■ **RECORDED INFORMATION**:
package ingest

import (
	"errors"
	"io/fs"
	"os"
	"path/filepath"
	"runtime"
	"strings"
	"syscall"
	"testing"
	"time"

	"github.com/google/go-cmp/cmp"
)

const smallSweep = "Frequency (Hz),R (Ohm),X (Ohm)\n100,1,-2\n1000,1,-3\n10000,1,4\n"

func write(t *testing.T, path, text string) {
	t.Helper()
	if err := os.MkdirAll(filepath.Dir(path), 0o755); err != nil {
		t.Fatal(err)
	}
	if err := os.WriteFile(path, []byte(text), 0o600); err != nil {
		t.Fatal(err)
	}
}

func TestFind(t *testing.T) {
	if runtime.GOOS == "windows" {
		t.Skip("links and pipes need a POSIX system")
	}
	dir := t.TempDir()
	lot := filepath.Join(dir, "lot-heron")
	for _, f := range []string{"c2.csv", "c10.csv", "a/b.csv", "a.csv", "a-b.TSV", "deep/er/x.s1p", "x.S2P", "y.ts", "z.dat", "w.txt", "v.xlsx", "notes.md", "image.png", "csv", "Ä.csv"} {
		write(t, filepath.Join(lot, f), smallSweep)
	}
	write(t, filepath.Join(dir, "outside", "linked.csv"), smallSweep)
	link := func(to, at string) {
		t.Helper()
		if err := os.Symlink(to, filepath.Join(lot, at)); err != nil {
			t.Fatal(err)
		}
	}
	link(filepath.Join(dir, "outside", "linked.csv"), "link.csv") // followed
	link(filepath.Join(dir, "outside"), "folder")                 // not followed
	link(filepath.Join(dir, "outside"), "folder.csv")             // neither, whatever its name
	link(lot, "loop")
	link("gone.csv", "broken.csv") // kept, so that opening says so
	if err := os.Mkdir(filepath.Join(lot, "dir.csv"), 0o755); err != nil {
		t.Fatal(err)
	}
	if err := syscall.Mkfifo(filepath.Join(lot, "pipe.csv"), 0o600); err != nil {
		t.Fatal(err)
	}
	t.Chdir(dir)
	in, err := Find([]string{"lot-heron", "-", "lot-heron/c2.csv", "missing.csv"})
	if err != nil {
		t.Fatal(err)
	}
	var got []string
	for _, i := range in {
		got = append(got, i.Lot+"|"+filepath.ToSlash(i.Display))
		if i.Path != i.Display {
			t.Errorf("path %q, display %q", i.Path, i.Display)
		}
	}
	// Byte order of the whole path: '-' < '.' < '/' < digits < letters.
	want := []string{"lot-heron|lot-heron/a-b.TSV", "lot-heron|lot-heron/a.csv", "lot-heron|lot-heron/a/b.csv", "lot-heron|lot-heron/broken.csv",
		"lot-heron|lot-heron/c10.csv", "lot-heron|lot-heron/c2.csv", "lot-heron|lot-heron/deep/er/x.s1p", "lot-heron|lot-heron/link.csv",
		"lot-heron|lot-heron/v.xlsx", "lot-heron|lot-heron/w.txt", "lot-heron|lot-heron/x.S2P", "lot-heron|lot-heron/y.ts", "lot-heron|lot-heron/z.dat",
		"lot-heron|lot-heron/Ä.csv", "|-", "|lot-heron/c2.csv", "|missing.csv"}
	if d := cmp.Diff(want, got); d != "" {
		t.Error(d)
	}
	// The name of a folder given as a dot or with a slash at the end.
	t.Chdir(lot)
	for _, p := range []string{".", "../lot-heron/", "loop"} {
		in, err := Find([]string{p})
		if err != nil || len(in) != 14 {
			t.Errorf("%s: %d inputs, %v", p, len(in), err)
			continue
		}
		if want := map[bool]string{true: "loop", false: "lot-heron"}[p == "loop"]; in[0].Lot != want {
			t.Errorf("%s: lot %q, want %q", p, in[0].Lot, want)
		}
	}
}

func TestOpen(t *testing.T) {
	dir := t.TempDir()
	t.Chdir(dir)
	write(t, "lot/c017.csv", smallSweep)
	write(t, "a+b.csv", smallSweep)
	write(t, "w#1.xlsx", string(workbook(t, map[string][][]any{"A": sheetRows([]any{"f (Hz)", "Z (Ohm)", "Phase (deg)"}), "B": {{"nothing"}}}, []string{"A", "B"})))
	for path, part := range map[string]string{"lot/c017.csv": "c017", "a+b.csv": "a+b", "w#1.xlsx": "w#1", "w#1.xlsx#A": "w#1", "w#1.xlsx#a": "w#1"} {
		s, err := Open(path, nil)
		if err != nil || len(s) != 1 || s[0].Part != part || s[0].File != path {
			t.Errorf("%s: %v %v", path, s, err)
		}
	}
	if err := os.Mkdir("empty", 0o755); err != nil {
		t.Fatal(err)
	}
	if err := os.WriteFile("fake.xlsx", []byte("PK\x03\x04 broken"), 0o600); err != nil {
		t.Fatal(err)
	}
	if err := os.WriteFile("old.xls", []byte("\xd0\xcf\x11\xe0\xa1\xb1\x1a\xe1 old"), 0o600); err != nil {
		t.Fatal(err)
	}
	if err := os.WriteFile("binary.csv", []byte("\x00\x01\x02\x03\x00\x00\x00"), 0o600); err != nil {
		t.Fatal(err)
	}
	for path, want := range map[string]string{
		"missing.csv":      "missing.csv: expected a file, found no such file or directory",
		"empty":            "empty: expected files that end in .csv, .tsv, .txt, .dat, .s1p, .s2p, .ts, .xlsx, found a folder without any",
		"w#1.xlsx#C":       `w#1.xlsx#C: expected a sheet of A, B, found no "C"`,
		"w#1.xlsx#B":       `w#1.xlsx#B:1:1: expected a header with a frequency column and rows of numbers, found "nothing"; try: --columns 'f=1,z=2,phase=3' with the columns' numbers`,
		"fake.xlsx":        "fake.xlsx: expected a spreadsheet (.xlsx), found zip: not a valid zip file; try: save it again, or export CSV",
		"old.xls":          "old.xls: expected text or a spreadsheet, found an old or encrypted document; try: save as .xlsx without password, or as CSV",
		"binary.csv":       "binary.csv:1:1: expected text or a spreadsheet, found a binary file; try: export the sweep as CSV or Touchstone",
		"/dev/null":        "/dev/null: expected a file, found a device; try: - for standard input",
		"lot/c017.csv/x":   "lot/c017.csv/x: expected a file, found not a directory",
		"no.csv+other.csv": "no.csv: expected a file, found no such file or directory",
	} {
		if _, err := Open(path, nil); err == nil || err.Error() != want {
			t.Errorf("%s:\n got %v\nwant %s", path, err, want)
		}
	}
	if _, err := Open("missing.csv", nil); !errors.Is(err, fs.ErrNotExist) {
		t.Errorf("missing: %v", err)
	}
}

func TestSizeLimit(t *testing.T) {
	dir := t.TempDir()
	path := filepath.Join(dir, "big.csv")
	write(t, path, smallSweep)
	o := &Options{MaxBytes: int64(len(smallSweep))}
	if _, err := Open(path, o); err != nil {
		t.Errorf("at the limit: %v", err)
	}
	o.MaxBytes--
	_, err := Open(path, o)
	if !errors.Is(err, ErrTooLarge) || !strings.Contains(err.Error(), "found more than 59 bytes; try: split the file") {
		t.Errorf("above the limit: %v", err)
	}
	if _, err := Read("-", strings.NewReader(smallSweep), o); !errors.Is(err, ErrTooLarge) {
		t.Errorf("stream above the limit: %v", err)
	}
	// A spreadsheet that unpacks to more than the limit.
	book := workbook(t, map[string][][]any{"A": sheetRows([]any{"f (Hz)", "Z (Ohm)", "Phase (deg)"})}, []string{"A"})
	if _, err := Read("a.xlsx", strings.NewReader(string(book)), &Options{MaxBytes: int64(len(book))}); err == nil {
		t.Error("a spreadsheet that unpacks to more than the limit was read")
	}
}

// A pipe is read like standard input.
func TestOpenPipe(t *testing.T) {
	if runtime.GOOS == "windows" {
		t.Skip("pipes in the file system need a POSIX system")
	}
	path := filepath.Join(t.TempDir(), "pipe")
	if err := syscall.Mkfifo(path, 0o600); err != nil {
		t.Fatal(err)
	}
	done := make(chan error, 1)
	go func() { done <- os.WriteFile(path, []byte(smallSweep), 0o600) }()
	s, err := Open(path, nil)
	if err != nil || len(s) != 1 || len(s[0].Freq) != 3 {
		t.Errorf("%v %v", s, err)
	}
	select {
	case err := <-done:
		if err != nil {
			t.Error(err)
		}
	case <-time.After(10 * time.Second):
		t.Error("the writer hangs")
	}
}

// Two files of one sweep, in their various names.
func TestPairs2(t *testing.T) {
	t.Chdir(t.TempDir())
	freq, z := referenceSweep()
	_ = freq
	mag := textTable("Frequency,Formatted Data,Formatted Data", ", ", func(f float64, z complex128) []float64 { return []float64{f, polarDeg(f, z)[1], 0} })
	ang := textTable("Frequency,Formatted Data,Formatted Data", ", ", func(f float64, z complex128) []float64 { return []float64{f, polarDeg(f, z)[2], 0} })
	write(t, "lot/c1_MAG.csv", mag)
	write(t, "lot/c1_PHASE.csv", ang)
	write(t, "lot/mag-c2.txt", mag)
	write(t, "lot/angle-c2.txt", ang)
	write(t, "lot/c3_mag.csv", smallSweep) // complete: no halves
	write(t, "lot/c3_ang.csv", smallSweep)
	write(t, "m.csv", textTable("Freq (Hz),|Z| (Ohm)", ",", func(f float64, z complex128) []float64 { return polarDeg(f, z)[:2] }))
	write(t, "p.csv", textTable("Freq (kHz),Phase (rad)", ",", func(f float64, z complex128) []float64 { return []float64{f / 1e3, polarRad(f, z)[2]} }))
	write(t, "short_ang.csv", "Frequency,Data\n100,-90\n")
	write(t, "short_mag.csv", "Frequency,Data\n200,5\n")
	in, err := Find([]string{"lot"})
	if err != nil {
		t.Fatal(err)
	}
	var got []string
	for _, i := range in {
		got = append(got, filepath.ToSlash(i.Path))
	}
	want := []string{"lot/mag-c2.txt+lot/angle-c2.txt", "lot/c1_MAG.csv+lot/c1_PHASE.csv", "lot/c3_ang.csv", "lot/c3_mag.csv"}
	if d := cmp.Diff(want, got); d != "" {
		t.Error(d)
	}
	for _, path := range []string{"lot/c1_MAG.csv", "lot/c1_PHASE.csv", "lot/mag-c2.txt+lot/angle-c2.txt", "lot/mag-c2.txt+angle-c2.txt", "m.csv+p.csv", "p.csv+m.csv"} {
		s, err := Open(path, nil)
		if err != nil {
			t.Errorf("%s: %v", path, err)
			continue
		}
		for i := range z {
			if !near(s[0].Z[i], z[i], 3e-8) {
				t.Errorf("%s: Z = %v, want %v", path, s[0].Z[i], z[i])
				break
			}
		}
	}
	for path, want := range map[string]string{
		"m.csv":                       `m.csv:1:1: expected two columns that give an impedance, found frequency and |Z| only; try: the file with the other quantity behind a plus: mag.csv+phase.csv`,
		"short_mag.csv":               `short_ang.csv:2:1: expected the same frequencies as in short_mag.csv, found others; try: files of the same sweep`,
		"m.csv+m.csv":                 `m.csv:1:1: expected two files that hold a magnitude and a phase, found |Z| and |Z|; try: file names or headers that say MAG and PHASE`,
		"lot/c3_mag.csv+m.csv":        `lot/c3_mag.csv:1:1: expected a file with frequency and one quantity, found a sweep of its own; try: the two files one by one`,
		"lot/c1_MAG.csv+lot/gone.csv": `lot/gone.csv: expected a file, found no such file or directory`,
	} {
		if _, err := Open(path, nil); err == nil || err.Error() != want {
			t.Errorf("%s:\n got %v\nwant %s", path, err, want)
		}
	}
}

■ **WHAT TO WORK ON**: Show, from the listing above, each line that contains the word "directory".

■ **TASK OUTPUT**:
		"missing.csv":      "missing.csv: expected a file, found no such file or directory",
		"lot/c017.csv/x":   "lot/c017.csv/x: expected a file, found not a directory",
		"no.csv+other.csv": "no.csv: expected a file, found no such file or directory",
		"lot/c1_MAG.csv+lot/gone.csv": `lot/gone.csv: expected a file, found no such file or directory`,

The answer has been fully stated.